Assignment
Repeat the lines of the data exactly, from the first one through the one that contains "import math".
Task input START
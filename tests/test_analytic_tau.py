"""The analytic kernel's shortcuts against the computations they replace.

- ``ln tau`` takes its three exponentials and logarithms in float32: checked
  against the same formula in float64 (the terms' shares and ``ln tau``
  itself, to 1e-6: float32 rounds to 6e-8 relative, a few roundings add up).
- The H/R terms take the shares of the last Newton evaluation carried to the
  root along their derivatives (:func:`~snrkit.atmosphere.analytic_tau.shares_near`):
  checked against a fresh evaluation a small step away (error second order in
  the step) and, at the level of the radius, against the H/R terms evaluated
  afresh at each root (1e-6 scale heights).

The tolerances are the kernel's own accuracy goals (roots to ~1e-6 H, well
inside the one-engine requirement of 1e-3 H); no published value is
involved, the reference is the float64 formula of
:mod:`snrkit.atmosphere.analytic_tau` itself.
"""

import math

import numpy as np
import pytest

from snrkit.atmosphere import analytic_kernel as ak
from snrkit.atmosphere import analytic_roots as ar
from snrkit.atmosphere import analytic_tau as at
from snrkit.atmosphere import analytic_lattice as al
from snrkit.atmosphere import mixture, solve
from snrkit.atmosphere.analytic import EULER_GAMMA
from snrkit.atmosphere.scenarios import load_scenario

SCENARIOS = ["h2-clear-solar", "steam"]


def _elements(scenario, n=8, seed=3):
    """Per-element constants of n planets' elements (all of them) and their radii and state."""
    sc = load_scenario(scenario)
    src = mixture._default_opacity_source()
    nodes = solve._line_shape_pressures(src)
    rng = np.random.default_rng(seed)
    rp = rng.uniform(1.5, 12.0, n)                  # Earth radii, an invented set
    t = sc.temperature(np.geomspace(250.0, 1900.0, n)) * np.ones(n)
    op = al.lattice_opacity(src, sc.mixing_ratios, (sc.haze_enhancement, sc.haze_slope),
                            mixture.wavelength_bin_edges(30, 0.6e-6, 5.0e-6), 8, None, nodes, t)
    r0 = rp * 6.371e6
    g0 = 6.674e-11 * 1.436 * rp ** 1.7 * 5.972e24 / r0 ** 2
    args = (t, np.full(n, sc.mean_molecular_weight), r0, np.full(n, sc.reference_pressure_Pa),
            g0, np.full(n, 10.0 * sc.reference_pressure_Pa), np.full(n, 1e-6))
    lin = (op["lnk"], np.log(nodes), op["ln_continuum"], op["ln_cia"])
    radius, sat, state = ak.root_radius(*lin, *args, return_state=True)
    job = ak._prepare(*lin, args, None, None)
    el = ak._elements(job, slice(0, radius.size))
    return el, job, radius.reshape(-1), sat.reshape(-1), state


def _ln_tau64(u, el, job):
    """The float64 formula of analytic_tau.ln_tau: value and the three shares."""
    B = el["B"]
    lnn = el["lnn0"] + B * u
    lk, e1, _, _ = at.line_shape((lnn + el["lnkT"] - job["x0"]) / job["dx"], el, job["dx"],
                                 job["n_p"])
    terms = np.stack([lk + lnn + el["base"] - 0.5 * np.log(e1), el["a2"] + B * u,
                      el["a3"] + 2.0 * B * u])
    total = np.logaddexp.reduce(terms, axis=0)
    return total - 1.5 * np.log(u) + EULER_GAMMA, np.exp(terms - total)


@pytest.mark.parametrize("scenario", SCENARIOS)
def test_float32_terms_match_the_float64_formula(scenario):
    el, job, _, _, _ = _elements(scenario)
    rng = np.random.default_rng(1)
    # anywhere between the top and the floor
    u = el["ut"] + rng.uniform(0.0, 1.0, el["ut"].size) * (el["uf"] - el["ut"])
    ev = at.ln_tau(u, el, job["x0"], job["dx"], job["n_p"])
    f64, w64 = _ln_tau64(u, el, job)
    assert np.max(np.abs(ev.f - f64)) < 1e-6
    assert np.max(np.abs(np.stack(ev.w).astype(np.float64) - w64)) < 1e-6
    # lines and continuum each dominate somewhere (the check is not about one term only)
    assert np.all(np.max(w64[:2], axis=1) > 0.5)


@pytest.mark.parametrize("scenario", SCENARIOS)
def test_shares_carried_a_small_step_equal_a_fresh_evaluation(scenario):
    el, job, _, _, state = _elements(scenario)
    ok = np.isfinite(state["u"])
    sub = ar._take(el, np.flatnonzero(ok))
    u = state["u"][ok]
    step_h = 1e-3                                   # scale heights (d u = step / B)
    here = at.ln_tau(u, sub, job["x0"], job["dx"], job["n_p"], exact_slope=True)
    for sign in (-1.0, 1.0):
        delta = sign * step_h / sub["B"]
        (w1, w2, w3), e1 = at.shares_near(here, sub["B"], delta)
        there = at.ln_tau(u + delta, sub, job["x0"], job["dx"], job["n_p"])
        err = np.abs(np.stack([w1, w2, w3, e1]) - np.stack([*there.w, there.e1]))
        moved = np.abs(np.stack([*there.w, there.e1]) - np.stack([*here.w, here.e1]))
        # second order in the step: ~1e-6 of a share for a step of 1e-3 H, against a
        # first-order change far larger where the shares move at all (so shares left
        # where they were would fail); up to 1 % of elements may sit within the step
        # of a node or blend edge, where the derivative jumps and the error is first order
        assert np.quantile(err, 0.99) < 2e-6
        assert np.quantile(moved[moved > 1e-6], 0.5) > 30 * np.quantile(err, 0.99)
        # and nowhere worse than first order at a kink (e jumps by at most 2.9 per
        # e-fold of pressure, the slope range of the line segments)
        assert np.max(err) < 3.0 * step_h


@pytest.mark.parametrize("scenario", SCENARIOS)
def test_radii_equal_h_over_r_terms_evaluated_at_the_root(scenario):
    el, job, radius, sat, state = _elements(scenario)
    ok = np.flatnonzero(np.isfinite(state["u"]) & ~sat)
    sub = ar._take(el, ok)
    ur = state["u"][ok]
    fresh = at.ln_tau(ur, sub, job["x0"], job["dx"], job["n_p"])
    shares = [w.astype(np.float64) for w in fresh.w] + [fresh.e1]
    again = 1.0 / ur + ar._corrections(ur, shares, sub["B"], state["ln_tf"][ok])
    h = 1.0 / (sub["B"] * ur * ur)                  # H(r) = r**2 / B
    assert ok.size > 0.5 * radius.size
    assert np.max(np.abs(radius[ok] - again) / h) < 1e-6
    assert math.isfinite(float(np.sum(radius)))


def test_unconverged_elements_keep_their_own_shares(monkeypatch):
    # Newton cut short after three steps: the elements still live then take the shares
    # of their own last evaluation (the arrays are not compacted after the last step),
    # so they stay within a small fraction of a scale height of the converged radii;
    # other elements' shares (the arrays compacted before the cut) moved them ~0.2 H
    el, _, ref, _, _ = _elements("h2-clear-solar")
    h = 1.0 / (el["B"] * (1.0 / ref) ** 2)
    monkeypatch.setattr(ar, "_MAX_STEPS", 3)
    _, _, cut, _, _ = _elements("h2-clear-solar")
    assert not np.array_equal(cut, ref)              # some elements were cut short
    assert np.max(np.abs(cut - ref) / h) < 1e-3
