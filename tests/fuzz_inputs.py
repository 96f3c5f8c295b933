"""Hostile-input run: at least 10^4 generated inputs through the CLI and the API.

Usage::

    .venv/bin/python tests/fuzz_inputs.py [--cases 10000] [--seed 16]

Generates hostile system files, scenario files, instrument-mode files,
catalogues (with and without a renaming mapping; some of them ranked) and
command lines (see ``tests/hostile.py``), runs each, and prints the counts
of internal errors, lost and mislabelled catalogue rows, NaN or impossible
outputs, leftover temporary files, multi-line errors and leaked warnings.
Exits 1 if any count is not zero.  The property tests in
``tests/test_hostile_properties.py`` run the same generators with a few
hundred examples each inside the suite.
"""

import argparse
import collections
import random
import shutil
import sys
import tempfile
import time
from pathlib import Path

sys.path.insert(0, str(Path(__file__).resolve().parent))

import hostile  # noqa: E402

__all__ = ["run"]

#: share of the cases per kind (the rest of 1 goes to command lines)
MIX = {"system": 0.36, "scenario": 0.2, "mode": 0.2, "catalogue": 0.18, "options": 0.06}
#: one catalogue in this many is also ranked through the CLI (ranking is the slow part)
RANK_EVERY = 40
LABELS = ("internal", "lost_row", "mislabel", "nan", "leftover", "multiline", "warning")


def _one(kind, rng, folder, i):
    if kind == "system":
        return hostile.check_system(hostile.system_case(rng, folder), folder)
    if kind == "scenario":
        return hostile.check_scenario(hostile.scenario_case(rng, folder))
    if kind == "mode":
        return hostile.check_mode(hostile.mode_case(rng, folder))
    if kind == "catalogue":
        path, mapping, names = hostile.catalogue_case(rng, folder)
        return hostile.check_catalogue(path, mapping, names, rank=(i % RANK_EVERY == 0),
                                       folder=folder)
    return hostile.check_options(hostile.option_case(rng, folder), folder)


def run(cases=10000, seed=16, verbose=False):
    """Run ``cases`` hostile inputs; return (counts by label, cases by kind, examples)."""
    rng = random.Random(seed)
    counts = collections.Counter({k: 0 for k in LABELS})
    kinds = collections.Counter()
    examples = {}
    plan = []
    for kind, share in MIX.items():
        plan += [kind] * int(round(share * cases))
    plan += ["options"] * max(cases - len(plan), 0)
    rng.shuffle(plan)
    for i, kind in enumerate(plan):
        folder = Path(tempfile.mkdtemp(prefix="snrkit-fuzz-"))
        state = rng.getstate()
        try:
            probs = _one(kind, rng, folder, kinds[kind])
        finally:
            shutil.rmtree(folder, ignore_errors=True)
        kinds[kind] += 1
        for p in probs:
            counts[p] += 1
            examples.setdefault(p, (kind, i, state))
        if verbose and probs:
            print(f"case {i} ({kind}): {probs}", file=sys.stderr)
    return counts, kinds, examples


def main(argv=None):
    ap = argparse.ArgumentParser(description=__doc__.splitlines()[0])
    ap.add_argument("--cases", type=int, default=10000)
    ap.add_argument("--seed", type=int, default=16)
    ap.add_argument("--verbose", action="store_true")
    a = ap.parse_args(argv)
    t0 = time.time()
    counts, kinds, examples = run(a.cases, a.seed, a.verbose)
    print(f"hostile inputs: {sum(kinds.values())} cases in {time.time() - t0:.0f} s "
          f"({', '.join(f'{k} {v}' for k, v in sorted(kinds.items()))})")
    for label in LABELS:
        where = f"  first: {examples[label][0]} case {examples[label][1]}" if label in examples else ""
        print(f"  {label:<10} {counts[label]}{where}")
    return 1 if any(counts.values()) else 0


if __name__ == "__main__":
    sys.exit(main())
Task input END
Exercise response
filename tests/test_analytic_tau.py
"""The analytic kernel's shortcuts against the computations they replace.

- ``ln tau`` takes its three exponentials and logarithms in float32: checked
  against the same formula in float64 (the terms' shares and ``ln tau``
  itself, to 1e-6: float32 rounds to 6e-8 relative, a few roundings add up).
- The H/R terms take the shares of the last Newton evaluation carried to the
  root along their derivatives (:func:`~snrkit.atmosphere.analytic_tau.shares_near`):
  checked against a fresh evaluation a small step away (error second order in
  the step) and, at the level of the radius, against the H/R terms evaluated
  afresh at each root (1e-6 scale heights).

The tolerances are the kernel's own accuracy goals (roots to ~1e-6 H, well
inside the one-engine requirement of 1e-3 H); no published value is
involved, the reference is the float64 formula of
:mod:`snrkit.atmosphere.analytic_tau` itself.
"""

import math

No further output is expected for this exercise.